++++ SUPPLIED DATA ++++
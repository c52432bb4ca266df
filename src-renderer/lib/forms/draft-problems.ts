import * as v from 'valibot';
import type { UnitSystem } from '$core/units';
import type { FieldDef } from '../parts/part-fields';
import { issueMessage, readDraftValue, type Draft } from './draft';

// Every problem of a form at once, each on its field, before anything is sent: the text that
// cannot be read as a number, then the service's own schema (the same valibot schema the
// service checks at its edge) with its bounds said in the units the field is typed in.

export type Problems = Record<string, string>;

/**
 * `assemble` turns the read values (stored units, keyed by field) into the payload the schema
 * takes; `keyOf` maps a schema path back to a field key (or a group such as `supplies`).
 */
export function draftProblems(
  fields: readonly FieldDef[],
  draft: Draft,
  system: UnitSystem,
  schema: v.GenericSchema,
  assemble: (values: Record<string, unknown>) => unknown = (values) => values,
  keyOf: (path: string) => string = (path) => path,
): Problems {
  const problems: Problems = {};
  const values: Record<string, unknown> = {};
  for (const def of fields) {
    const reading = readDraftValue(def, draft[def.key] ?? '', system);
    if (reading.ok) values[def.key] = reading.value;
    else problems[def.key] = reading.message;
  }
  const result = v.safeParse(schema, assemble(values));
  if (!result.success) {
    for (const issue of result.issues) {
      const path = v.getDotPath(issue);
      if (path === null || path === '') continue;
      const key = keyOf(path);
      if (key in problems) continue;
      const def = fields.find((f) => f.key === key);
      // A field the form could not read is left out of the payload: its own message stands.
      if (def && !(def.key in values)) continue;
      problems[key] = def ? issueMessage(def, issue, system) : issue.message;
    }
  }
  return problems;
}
++++
++++ SUPPLIED DATA ++++
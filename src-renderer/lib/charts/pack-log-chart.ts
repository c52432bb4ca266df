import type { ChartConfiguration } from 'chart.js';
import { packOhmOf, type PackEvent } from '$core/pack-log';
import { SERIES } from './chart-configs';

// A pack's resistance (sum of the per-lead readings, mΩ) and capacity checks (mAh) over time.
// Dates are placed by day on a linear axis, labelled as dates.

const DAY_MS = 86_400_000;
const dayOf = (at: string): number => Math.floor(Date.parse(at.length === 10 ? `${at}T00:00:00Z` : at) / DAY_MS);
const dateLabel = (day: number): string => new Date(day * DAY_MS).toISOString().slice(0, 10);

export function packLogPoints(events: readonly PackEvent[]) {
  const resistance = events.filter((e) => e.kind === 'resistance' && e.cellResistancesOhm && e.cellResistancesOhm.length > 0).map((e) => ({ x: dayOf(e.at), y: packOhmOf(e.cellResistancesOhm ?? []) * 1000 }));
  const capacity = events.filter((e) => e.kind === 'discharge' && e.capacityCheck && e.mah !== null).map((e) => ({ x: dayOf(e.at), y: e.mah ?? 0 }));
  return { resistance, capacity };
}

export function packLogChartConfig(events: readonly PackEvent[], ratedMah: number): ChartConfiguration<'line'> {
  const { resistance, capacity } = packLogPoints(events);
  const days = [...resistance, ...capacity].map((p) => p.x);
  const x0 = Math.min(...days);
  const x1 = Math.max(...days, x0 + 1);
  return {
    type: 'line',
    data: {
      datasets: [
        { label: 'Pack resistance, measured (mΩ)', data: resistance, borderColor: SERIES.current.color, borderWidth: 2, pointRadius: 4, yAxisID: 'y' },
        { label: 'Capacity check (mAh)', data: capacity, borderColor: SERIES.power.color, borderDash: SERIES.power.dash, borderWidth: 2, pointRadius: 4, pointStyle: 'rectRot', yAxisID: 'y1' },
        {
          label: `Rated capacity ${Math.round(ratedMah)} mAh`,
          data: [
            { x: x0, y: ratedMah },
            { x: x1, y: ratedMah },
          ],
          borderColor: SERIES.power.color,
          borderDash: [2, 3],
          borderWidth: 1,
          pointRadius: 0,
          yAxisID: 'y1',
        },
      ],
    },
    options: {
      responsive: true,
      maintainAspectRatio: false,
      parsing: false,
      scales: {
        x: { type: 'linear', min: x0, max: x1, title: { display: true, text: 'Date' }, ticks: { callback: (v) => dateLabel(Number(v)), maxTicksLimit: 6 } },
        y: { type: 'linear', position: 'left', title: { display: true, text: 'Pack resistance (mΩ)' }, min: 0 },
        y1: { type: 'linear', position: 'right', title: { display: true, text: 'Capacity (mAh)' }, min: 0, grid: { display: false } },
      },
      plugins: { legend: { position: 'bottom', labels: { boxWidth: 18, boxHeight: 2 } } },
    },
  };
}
++++
WHAT TO PRODUCE: From the listing above, how many lines contain the word "export"? Give only the number.

TASK ANSWER: 4